CC BY-NC-ND 4.0 · Thorac Cardiovasc Surg Rep 2022; 11(01): e47-e49
DOI: 10.1055/s-0042-1750428
Case Report: Vascular

Triple-Arterial Cannulation Approach for Whole-Body Perfusion in Infant Hypoplastic Aortic Arch and Coarctation Repair

Markus Liebrich
1   Departement of Cardiac Surgery, Sana Herzchirurgie Stuttgart GmbH, Stuttgart, Baden-Württemberg, Germany
,
Marco Schweder
1   Departement of Cardiac Surgery, Sana Herzchirurgie Stuttgart GmbH, Stuttgart, Baden-Württemberg, Germany
,
Joerg Seeburger
1   Departement of Cardiac Surgery, Sana Herzchirurgie Stuttgart GmbH, Stuttgart, Baden-Württemberg, Germany
,
Vladimir Voth
1   Departement of Cardiac Surgery, Sana Herzchirurgie Stuttgart GmbH, Stuttgart, Baden-Württemberg, Germany
› Author Affiliations
 

Abstract

Organ and end-organ protection in aortic arch surgery represents a substantial challenge, especially in infants.
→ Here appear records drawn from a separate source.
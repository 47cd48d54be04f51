import { and, count, desc, eq, inArray } from 'drizzle-orm';
import type { z } from 'zod';

import type { Page } from '../../../src/shared/schemas/library-common';
import type { PricePoint } from '../../../src/shared/schemas/ingredients';
import type { recordPricesInput, RecordPricesResult } from '../../../src/shared/schemas/prices';
import { badRequest, notFound } from '../../http/errors';
import type { Db } from '../client';
import { ingredientPrices, ingredients, priceColumn } from '../schema';
import { findVisibleIngredient } from './ingredients';

/**
 * Saves many prices on one date, all or none. The current price of an ingredient moves only when the
 * new price is not older than the one it has, so a back-dated entry fills in the history only.
 */
export async function recordPrices(db: Db, organizationId: number, userId: string, input: z.output<typeof recordPricesInput>): Promise<RecordPricesResult> {
  const ids = input.items.map((i) => i.ingredientId);
  const duplicate = ids.find((id, i) => ids.indexOf(id) !== i);
  if (duplicate !== undefined) throw badRequest(`items: ingredient ${duplicate} appears twice; give one price per ingredient`, { items: [`ingredient ${duplicate} appears twice`] });
  await db.transaction(async (tx) => {
    const own = await tx.select({ id: ingredients.id, priceDate: ingredients.priceDate }).from(ingredients).where(and(inArray(ingredients.id, ids), eq(ingredients.organizationId, organizationId))).for('update');
    const found = new Map(own.map((r) => [r.id, r.priceDate]));
    const missing = ids.filter((id) => !found.has(id));
    if (missing.length) throw notFound('ingredient in your library', missing.join(', '));
    await tx.insert(ingredientPrices).values(input.items.map((i) => ({ ingredientId: i.ingredientId, pricePerKg: priceColumn(i.pricePerKg), effectiveOn: input.effectiveOn, recordedByUserId: userId })));
    for (const item of input.items) {
      const current = found.get(item.ingredientId);
      if (!current || current <= input.effectiveOn) {
        await tx.update(ingredients).set({ pricePerKg: priceColumn(item.pricePerKg), priceDate: input.effectiveOn }).where(eq(ingredients.id, item.ingredientId));
      }
    }
  });
  return { saved: input.items.length, effectiveOn: input.effectiveOn };
}

export async function listPrices(db: Db, organizationId: number, q: { ingredientId: number; page: number; pageSize: number }): Promise<Page<PricePoint>> {
  await findVisibleIngredient(db, organizationId, q.ingredientId);
  const where = eq(ingredientPrices.ingredientId, q.ingredientId);
  const [{ total }] = await db.select({ total: count() }).from(ingredientPrices).where(where);
  const rows = await db.select().from(ingredientPrices).where(where).orderBy(desc(ingredientPrices.effectiveOn), desc(ingredientPrices.id)).limit(q.pageSize).offset((q.page - 1) * q.pageSize);
  return { items: rows.map((p) => ({ id: p.id, pricePerKg: Number(p.pricePerKg), effectiveOn: p.effectiveOn, recordedAt: p.recordedAt.toISOString() })), total, page: q.page, pageSize: q.pageSize };
}
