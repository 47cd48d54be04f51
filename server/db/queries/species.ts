import { and, asc, count, eq, inArray, isNull, like, or, sql, type SQL } from 'drizzle-orm';
import type { z } from 'zod';

import type { Page } from '../../../src/shared/schemas/library-common';
import type { createPhaseInput, createSpeciesInput, listSpeciesQuery, Phase, Species } from '../../../src/shared/schemas/specifications';
import { HttpError, notFound } from '../../http/errors';
import type { Db } from '../client';
import { organizations, phases, species, type PhaseRow, type SpeciesRow } from '../schema';
import { likePattern } from './library-shared';

const speciesVisible = (organizationId: number) => or(isNull(species.organizationId), eq(species.organizationId, organizationId));
const phasesVisible = (organizationId: number) => or(isNull(phases.organizationId), eq(phases.organizationId, organizationId));

const toPhase = (p: PhaseRow): Phase => ({
  id: p.id,
  speciesId: p.speciesId,
  library: p.organizationId === null ? 'reference' : 'own',
  name: p.name,
  span: p.span,
  ageFromDays: p.ageFromDays,
  ageToDays: p.ageToDays,
  bodyWeightFromKg: p.bodyWeightFromKg,
  bodyWeightToKg: p.bodyWeightToKg,
});

async function withPhases(db: Db, organizationId: number, rows: SpeciesRow[]): Promise<Species[]> {
  const all = rows.length ? await db.select().from(phases).where(and(inArray(phases.speciesId, rows.map((r) => r.id)), phasesVisible(organizationId))).orderBy(asc(phases.sortOrder), asc(phases.id)) : [];
  return rows.map((s) => ({ id: s.id, library: s.organizationId === null ? 'reference' : 'own', code: s.code, name: s.name, family: s.family, phases: all.filter((p) => p.speciesId === s.id).map(toPhase) }));
}

export async function listSpecies(db: Db, organizationId: number, q: z.output<typeof listSpeciesQuery>): Promise<Page<Species>> {
  const where: SQL[] = [speciesVisible(organizationId)!];
  if (q.family) where.push(eq(species.family, q.family));
  if (q.search) where.push(like(species.name, likePattern(q.search)));
  const filter = and(...where);
  const [{ total }] = await db.select({ total: count() }).from(species).where(filter);
  const rows = await db.select().from(species).where(filter).orderBy(asc(species.sortOrder), asc(species.id)).limit(q.pageSize).offset((q.page - 1) * q.pageSize);
  return { items: await withPhases(db, organizationId, rows), total, page: q.page, pageSize: q.pageSize };
}

export async function findVisibleSpecies(db: Db, organizationId: number, id: number): Promise<SpeciesRow> {
  const [row] = await db.select().from(species).where(and(eq(species.id, id), speciesVisible(organizationId)));
  if (!row) throw notFound('species', id);
  return row;
}

export async function getSpecies(db: Db, organizationId: number, id: number): Promise<Species> {
  return (await withPhases(db, organizationId, [await findVisibleSpecies(db, organizationId, id)]))[0];
}

export async function findVisiblePhase(db: Db, organizationId: number, id: number): Promise<PhaseRow> {
  const [row] = await db.select().from(phases).where(and(eq(phases.id, id), phasesVisible(organizationId)));
  if (!row) throw notFound('phase', id);
  return row;
}

/** Same name, ignoring case and surrounding spaces (names are trimmed on input). */
const sameName = (column: typeof species.name | typeof phases.name, name: string) => sql`lower(${column}) = ${name.toLowerCase()}`;

/**
 * Holds the organization's row until the transaction ends, so two people adding the same name at the
 * same moment are served one after the other and the second hears it is taken.
 */
async function lockOrganization(tx: Db, organizationId: number): Promise<void> {
  await tx.select({ id: organizations.id }).from(organizations).where(eq(organizations.id, organizationId)).for('update');
}

const duplicate = (message: string) => new HttpError(409, 'duplicate_name', message, { name: [message] });

/** Adds a species of the organization; a name already in the list (reference or own) answers 409. */
export async function createSpecies(db: Db, organizationId: number, input: z.output<typeof createSpeciesInput>): Promise<number> {
  return db.transaction(async (tx) => {
    const t = tx as unknown as Db;
    await lockOrganization(t, organizationId);
    const [taken] = await t.select().from(species).where(and(speciesVisible(organizationId), sameName(species.name, input.name)));
    if (taken) {
      throw duplicate(`A species named “${taken.name}” is already in the ${taken.organizationId === null ? 'reference list' : 'list of your species'}: choose another name, or add a phase to it.`);
    }
    const code = input.name.toLowerCase().replace(/[^a-z0-9]+/g, '-').replace(/^-|-$/g, '').slice(0, 40) || 'species';
    const [{ id }] = await t.insert(species).values({ organizationId, code, name: input.name, family: input.family, sortOrder: 1000 }).$returningId();
    return id;
  });
}

/**
 * Adds a phase to a visible species; the phase belongs to the organization even on a reference species.
 * A phase name the species already has (reference or own) answers 409.
 */
export async function createPhase(db: Db, organizationId: number, speciesId: number, input: z.output<typeof createPhaseInput>): Promise<number> {
  const owner = await findVisibleSpecies(db, organizationId, speciesId);
  return db.transaction(async (tx) => {
    const t = tx as unknown as Db;
    await lockOrganization(t, organizationId);
    const [taken] = await t.select().from(phases).where(and(eq(phases.speciesId, speciesId), phasesVisible(organizationId), sameName(phases.name, input.name)));
    if (taken) {
      throw duplicate(`${owner.name} already has a phase named “${taken.name}”${taken.span ? ` (${taken.span})` : ''}: choose another name.`);
    }
    const [{ id }] = await t
      .insert(phases)
      .values({
        speciesId,
        organizationId,
        name: input.name,
        span: input.span || null,
        ageFromDays: input.ageFromDays ?? null,
        ageToDays: input.ageToDays ?? null,
        bodyWeightFromKg: input.bodyWeightFromKg ?? null,
        bodyWeightToKg: input.bodyWeightToKg ?? null,
        sortOrder: 1000,
      })
      .$returningId();
    return id;
  });
}
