import { inArray } from 'drizzle-orm';

import type { NutrientUnit } from '../../../src/shared/library-terms';
import { badRequest, HttpError } from '../../http/errors';
import type { Db } from '../client';
import { nutrients } from '../schema';

/** The one answer to a write on a reference row. */
export const readOnlyReference = (what: string) =>
  new HttpError(403, 'read_only', `The reference library cannot be changed. Copy this ${what} into your own library, then edit the copy.`);

export const versionConflict = (what: string, version: number) =>
  new HttpError(409, 'version_conflict', `This ${what} was changed by someone else since you opened it (now version ${version}). Reload it; your edit was not saved.`);

/** Escapes LIKE wildcards so a search for "50%" finds the text "50%". */
export const likePattern = (search: string) => `%${search.replace(/[\\%_]/g, (c) => `\\${c}`)}%`;

const LIMITS: Record<NutrientUnit, number> = { '%': 100, 'g/kg': 1000, 'mg/kg': 1_000_000, 'kcal/kg': 10_000, 'MJ/kg': 42, 'IU/kg': 100_000_000 };

/**
 * Checks nutrient ids against the catalogue and values against what their unit allows; throws 400 with
 * a field error per bad entry (path `values.<id>` by default).
 */
export async function checkNutrientValues(db: Db, values: Record<string, number | null | undefined>, path = 'values'): Promise<Map<string, NutrientUnit>> {
  const ids = Object.keys(values);
  const known = ids.length ? await db.select({ id: nutrients.id, unit: nutrients.unit, name: nutrients.name }).from(nutrients).where(inArray(nutrients.id, ids)) : [];
  const units = new Map(known.map((n) => [n.id, n.unit]));
  const fieldErrors: Record<string, string[]> = {};
  for (const [id, value] of Object.entries(values)) {
    const unit = units.get(id);
    if (!unit) fieldErrors[`${path}.${id}`] = [`“${id}” is not a nutrient in the catalogue`];
    else if (value != null && value > LIMITS[unit]) fieldErrors[`${path}.${id}`] = [`must be at most ${LIMITS[unit]} ${unit}`];
  }
  const first = Object.entries(fieldErrors)[0];
  if (first) throw badRequest(`${first[0]}: ${first[1][0]}`, fieldErrors);
  return units;
}

export const toNumber = (value: string | number | null | undefined): number | null => (value === null || value === undefined ? null : Number(value));

export const today = () => new Date().toISOString().slice(0, 10);
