// ---------------------------------------------------------------------------
// Insect meal value and comparison
// ---------------------------------------------------------------------------

export async function sweepIngredientPrice(db: Db, organizationId: number, id: number, input: SweepInput): Promise<FormulaPriceSweep> {
  const row = await findFormula(db, organizationId, id);
  await refuseArchived(db, row);
  const inputs = input.inputs ?? row.inputs;
  if (!inputs.ingredients.some((i) => i.ingredientId === input.ingredientId)) {
    throw badRequest('ingredientId: add this ingredient to the formula first', { ingredientId: ['add this ingredient to the formula first'] });
  }
  const solved = await solveWith(db, organizationId, row, inputs);
  const used = solved.ingredients.find((u) => u.ingredientId === input.ingredientId)!;
  const fromPrice = input.fromPrice ?? 0;
  const toPrice = input.toPrice ?? Math.max(0.5, Math.round(used.pricePerKg * 2 * 100) / 100);
  if (toPrice <= fromPrice) throw badRequest('toPrice: the highest price must be above the lowest', { toPrice: ['the highest price must be above the lowest'] });
  const outcome = priceSweep({ problem: solved.problem, ingredient: ingredientKey(input.ingredientId), fromPrice, toPrice, steps: input.steps ?? 41 });
  if (outcome.status === 'invalid') throw badRequest(outcome.message, Object.fromEntries(outcome.errors.map((e) => [e.field, [e.message]])));
  return { ingredientId: used.ingredientId, ingredientName: used.name, currentPricePerKg: used.pricePerKg, batchKg: inputs.batchKg, sweep: outcome };
}

export async function compareVersions(db: Db, organizationId: number, formulaId: number, a: number, b: number): Promise<VersionComparison> {
  const [va, vb] = [await getVersion(db, organizationId, formulaId, a), await getVersion(db, organizationId, formulaId, b)];
  const { snapshot: sa, ...summaryA } = va;
  const { snapshot: sb, ...summaryB } = vb;
  return { a: summaryA, b: summaryB, ...compareSolves(sa, sb) };
}
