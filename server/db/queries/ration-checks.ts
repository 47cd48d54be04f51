import { and, eq, inArray, isNull, or } from 'drizzle-orm';
import type { z } from 'zod';

import { checkInsectSubstrate } from '../../../src/shared/insect-rule';
import type { OriginAnimal } from '../../../src/shared/library-terms';
import type { Measures } from '../../../src/shared/measures';
import { checkRation, type RationLine, type Requirement } from '../../../src/shared/ration-check';
import type { RationCheckResponse, RationChoices, rationCheckInput } from '../../../src/shared/schemas/ration-checks';
import { badRequest } from '../../http/errors';
import type { Db } from '../client';
import { ingredientNutrientValues, ingredients, nutrients } from '../schema';
import { listIngredients } from './ingredients';
import { getMeasures } from './organization-settings';
import { getSpecification, listSpecifications } from './specifications';

/** Nutrients a farmer may type for an ingredient not in the library (catalogue ids). */
const TYPED_NUTRIENTS = ['cp', 'lys', 'met', 'metcys', 'thr', 'sid_lys', 'sid_met', 'dig_lys', 'ca', 'p', 'avp', 'sttd_p', 'na', 'amen_poultry', 'ne_swine', 'me_swine', 'ee', 'cf', 'dm'];

/** What the phone offers: own and reference specifications and ingredients, and the nutrients to type. */
export async function rationChoices(db: Db, organizationId: number): Promise<RationChoices> {
  const specifications: RationChoices['specifications'] = [];
  const items: RationChoices['ingredients'] = [];
  for (const library of ['own', 'reference'] as const) {
    const specs = await listSpecifications(db, organizationId, { library, page: 1, pageSize: 200 });
    for (const s of specs.items) specifications.push({ id: s.id, name: s.name, source: s.source, species: s.species.name, phase: s.phase?.name ?? null, library });
    for (let page = 1; ; page++) {
      const batch = await listIngredients(db, organizationId, { library, page, pageSize: 200 });
      for (const i of batch.items) items.push({ id: i.id, name: i.name, category: i.category, pricePerKg: i.pricePerKg, library });
      if (page * 200 >= batch.total) break;
    }
  }
  const rows = await db.select({ id: nutrients.id, name: nutrients.name, unit: nutrients.unit }).from(nutrients).where(inArray(nutrients.id, TYPED_NUTRIENTS));
  const order = new Map(TYPED_NUTRIENTS.map((id, k) => [id, k]));
  return { specifications, ingredients: items, nutrients: rows.sort((a, b) => order.get(a.id)! - order.get(b.id)!) };
}

/**
 * Checks a ration: library ingredients are read with every value (the typed values replace them), the
 * insect-protein rule is judged for the specification's species, and the engine evaluates the mix and
 * looks for the cheapest correction. Nothing is saved.
 */
export async function runRationCheck(db: Db, organizationId: number, input: z.output<typeof rationCheckInput>, measuresFor?: Measures): Promise<RationCheckResponse> {
  const spec = await getSpecification(db, organizationId, input.specificationId).catch(() => {
    throw badRequest(`specificationId: no specification with id ${input.specificationId}`, { specificationId: [`no specification with id ${input.specificationId}: choose the animal and phase again`] });
  });
  const ids = input.lines.flatMap((l) => (l.ingredientId ? [l.ingredientId] : []));
  const rows = ids.length ? await db.select().from(ingredients).where(and(inArray(ingredients.id, ids), or(isNull(ingredients.organizationId), eq(ingredients.organizationId, organizationId)))) : [];
  const values = rows.length ? await db.select().from(ingredientNutrientValues).where(inArray(ingredientNutrientValues.ingredientId, rows.map((r) => r.id))) : [];
  const fieldErrors: Record<string, string[]> = {};
  const typed = [...new Set(input.lines.flatMap((l) => Object.keys(l.values ?? {})))];
  const known = new Set((typed.length ? await db.select({ id: nutrients.id }).from(nutrients).where(inArray(nutrients.id, typed)) : []).map((n) => n.id));
  input.lines.forEach((l, k) => {
    for (const id of Object.keys(l.values ?? {})) if (!known.has(id)) (fieldErrors[`lines[${k}].values.${id}`] ??= []).push(`“${id}” is not a nutrient in the catalogue`);
  });
  const lines: RationLine[] = input.lines.map((l, k) => {
    if (!l.ingredientId) return { key: `typed-${k + 1}`, name: l.name!, kg: l.kg, pricePerKg: l.pricePerKg ?? null, values: { ...l.values } };
    const row = rows.find((r) => r.id === l.ingredientId);
    if (!row) {
      fieldErrors[`lines[${k}].ingredientId`] = [`no ingredient with id ${l.ingredientId} in your library`];
      return { key: `x-${k}`, name: '', kg: 0, pricePerKg: 0, values: {} };
    }
    const own = Object.fromEntries(values.filter((v) => v.ingredientId === row.id).map((v) => [v.nutrientId, v.value]));
    const verdict = checkInsectSubstrate({ ...row, substrateAnimals: (row.substrateAnimals ?? null) as OriginAnimal[] | null }, spec.species.family, spec.species.name);
    return {
      key: `lib-${row.id}`,
      name: l.name || row.name,
      kg: l.kg,
      pricePerKg: l.pricePerKg ?? (row.pricePerKg === null ? null : Number(row.pricePerKg)),
      values: { ...own, ...l.values },
      refused: verdict.allowed ? null : verdict.message,
    };
  });
  const first = Object.entries(fieldErrors)[0];
  if (first) throw badRequest(`${first[0]}: ${first[1][0]}`, fieldErrors);

  const wanted = [...new Set([...spec.bounds.map((b) => b.nutrientId), ...spec.ratios.flatMap((r) => [r.numeratorId, r.denominatorId])])];
  const info = new Map((wanted.length ? await db.select().from(nutrients).where(inArray(nutrients.id, wanted)) : []).map((n) => [n.id, n]));
  const requirement: Requirement = {
    name: spec.name,
    source: spec.source,
    bounds: spec.bounds.filter((b) => b.min != null || b.max != null).map((b) => ({ nutrientId: b.nutrientId, name: info.get(b.nutrientId)?.name ?? b.nutrientId, unit: info.get(b.nutrientId)?.unit ?? '', min: b.min, max: b.max })),
    ratios: spec.ratios.map((r) => ({ numeratorId: r.numeratorId, denominatorId: r.denominatorId, name: `${info.get(r.numeratorId)?.name ?? r.numeratorId} : ${info.get(r.denominatorId)?.name ?? r.denominatorId}`, min: r.min, max: r.max })),
  };
  const measures = measuresFor ?? (await getMeasures(db, organizationId));
  const result = checkRation(lines, requirement, { system: measures.unitSystem, currency: measures.currency, maxAddPercent: input.maxAddPercent });
  return {
    requirement: { specificationId: spec.id, name: spec.name, source: spec.source, species: spec.species.name, phase: spec.phase?.name ?? null },
    measures,
    lines: lines.map((l, k) => ({ key: l.key, name: l.name, kg: l.kg, pricePerKg: l.pricePerKg, fromLibrary: !!input.lines[k].ingredientId })),
    result,
    checkedAt: new Date().toISOString(),
  };
}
Selective antegrade cerebral perfusion has been reported to improve organ function during this procedure. Visceral perfusion can be optimized by cannulation of the descending aorta during infant aortic arch surgery, leading to a decrease in end organ damage. However, it is associated with extensive surgical manipulation and subsequent risk of major vessel and potential organ damage. In this report, we describe a technique for distal body perfusion in an infant with hypoplastic aortic arch and isthmus stenosis by ultrasound-guided cannulation of the femoral artery using an intra-arterial vascular sheath establishing whole-body perfusion by triple cannulation.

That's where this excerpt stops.